FWIW, in both cases we have the linkage symbol in main, dwarf4:
...
$ nm main | grep npos
0000000000401da0 D _ZN8wxString4nposE
...
and dwarf5:
...
$ nm main | grep npos
0000000000401da0 D _ZN8wxString4nposE
...
though it's a dynamic one.
Comment 7 Tom Tromey 2024-01-28 20:23:23 UTC
Between this and the discrepancy fixed in my domain rewrite series,
I think it's probably time to implement some kind of
cooked index checker that compares the result against the full symtab.
It's slightly hard to do that though because symbol names differ,
some discussion of this in bug #29398.
Comment 8 Tom Tromey 2024-01-29 01:10:30 UTC
This approach to DW_TAG_variable in the full reader seems weird.
It takes different paths when the tag appears inside a class
and when it appears outside, even if in the latter case
it uses the specification to point back into the class.
Comment 9 Tom Tromey 2024-02-11 17:52:21 UTC
Bug#11534 is vaguely related.
Comment 10 Tom Tromey 2024-02-11 20:37:00 UTC
While working on this I wrote a patch that was
nearly a backout of:

commit f4c4456eb4d826f39abb2575ce5c2c4640bb16f3
Author: Tom de Vries <tdevries@suse.de>
Date:   Fri Jul 21 08:25:25 2023 +0200

    [gdb/symtab] Add optimized out static var to cooked index
Comment 11 Tom Tromey 2024-02-11 21:15:33 UTC
This commit also touches this area:

commit 317d2668d01c7ddc9545029bf56d2b8c4d2bbfeb
Author: Tom de Vries <tdevries@suse.de>
Date:   Wed Apr 22 08:38:44 2020 +0200

    [gdb/symtab] Store external var decls in psymtab


I am starting to think we need to look more carefully
at exactly which variables ought to be supported.
Comment 12 Tom de Vries 2024-02-12 15:44:38 UTC
(In reply to Tom Tromey from comment #11)
> This commit also touches this area:
> 
> commit 317d2668d01c7ddc9545029bf56d2b8c4d2bbfeb
> Author: Tom de Vries <tdevries@suse.de>
> Date:   Wed Apr 22 08:38:44 2020 +0200
> 
>     [gdb/symtab] Store external var decls in psymtab
> 
> 
> I am starting to think we need to look more carefully
> at exactly which variables ought to be supported.

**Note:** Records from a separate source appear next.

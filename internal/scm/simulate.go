package scm

import (
	"fmt"

	"github.com/gapwise/gapwise/internal/workers"
)

// Group selects one of the two groups' distributions.
type Group int

// The two groups.
const (
	Reference Group = iota
	Comparison
)

// String returns "reference" or "comparison".
func (g Group) String() string {
	if g == Comparison {
		return "comparison"
	}
	return "reference"
}

// Records are n simulated records: Values[j][i] is node i of record j
// (categorical nodes as level indices), with the label and the fixed model's
// score of each record.
type Records struct {
	Values [][]float64
	Labels []float64
	Scores []float64
}

// Sample draws n records from group g's distribution (every node follows g's
// equation). The same (model, g, n, seed) always gives the same records,
// whatever GOMAXPROCS.
func Sample(m *Model, g Group, n int, seed uint64) (*Records, error) {
	s, stream := Coalition(0), streamReference
	if g == Comparison {
		s, stream = All(len(m.Nodes)), streamComparison
	}
	return simulate(m, s, n, seed, stream)
}

// Simulate draws n records from the hybrid distribution P_S: node i follows
// the comparison group's equation when i ∈ s and the reference group's
// otherwise. It uses the hybrid stream of seed, which HybridStats also uses,
// so Simulate(m, s, n, seed) are exactly the records behind
// HybridStats(...)[s] with the same n and seed.
func Simulate(m *Model, s Coalition, n int, seed uint64) (*Records, error) {
	return simulate(m, s, n, seed, streamHybrid)
}

func simulate(m *Model, s Coalition, n int, seed uint64, stream int) (*Records, error) {
	if err := m.Validate(); err != nil {
		return nil, err
	}
	if n < 0 {
		return nil, fmt.Errorf("scm: negative record count %d", n)
	}
	k := len(m.Nodes)
	rec := &Records{Values: make([][]float64, n), Labels: make([]float64, n), Scores: make([]float64, n)}
	flat := make([]float64, n*k)
	blocks := (n + BlockSize - 1) / BlockSize
	workers.For(0, blocks, func(_, b int) {
		e := newEvaluator(m)
		r := blockRand(seed, stream, b)
		for j := b * BlockSize; j < min(n, (b+1)*BlockSize); j++ {
			drawNoise(r, e.u, e.z)
			e.record(s)
			row := flat[j*k : (j+1)*k : (j+1)*k]
			copy(row, e.v)
			rec.Values[j] = row
			rec.Labels[j] = e.v[m.Label]
			rec.Scores[j] = m.Score(e.v)
		}
	})
	return rec, nil
}
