package classify

import (
	"slices"
	"strings"
	"testing"
)

// TestLearners: every choice maps to the learners it names, in order, and
// each learner reports the name it was chosen by.
func TestLearners(t *testing.T) {
	cases := []struct {
		choice string
		want   []string // nil: an error naming bad
		bad    string
	}{
		{"linear", []string{"linear"}, ""},
		{"expanded", []string{"expanded"}, ""},
		{"boosted", []string{"boosted"}, ""},
		{"auto", []string{"linear", "expanded", "boosted"}, ""},
		{"boosted+linear", []string{"boosted", "linear"}, ""},
		{"forest", nil, `"forest"`},
		{"linear+", nil, `""`},
		{"Linear", nil, `"Linear"`},
	}
	for _, c := range cases {
		ls, err := Learners(c.choice)
		if c.want == nil {
			if err == nil || !strings.Contains(err.Error(), c.bad) {
				t.Errorf("%q: error %v, want one naming %s", c.choice, err, c.bad)
			}
			continue
		}
		if err != nil {
			t.Fatalf("%q: %v", c.choice, err)
		}
		if got := NamesOf(ls); !slices.Equal(got, c.want) {
			t.Errorf("%q: learners %v, want %v", c.choice, got, c.want)
		}
	}
	if auto, _ := Learners(Auto); !slices.Equal(NamesOf(auto), Names()) {
		t.Errorf("auto offers %v, want Names() %v", NamesOf(auto), Names())
	}
}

In PR25755 I proposed to make keeping decls in the psymtab conditional.
Comment 13 Tom Tromey 2024-02-12 20:28:16 UTC
BTW my simple WIP patch here also regressed the Ada pragma import/export
test.

I'm sympathetic to bug#25755.  I was planning to propose essentially
the same: a variable that is just a declaration should not show
up in the index or the symtab.  If this means that a variable
that's in the minsyms doesn't have a type -- then we just say that's
fine, since trying to cope with the missing debuginfo is expensive.

The Ada test puts a wrinkle in this though.
Comment 14 Tom Tromey 2024-02-16 02:32:35 UTC
We probably can't totally eliminate full symbols for
declarations, due to C code like

void f() {
  int g;
  {
     extern int g;
     ... use g


Here the inner 'g' is in scope but will be a decl.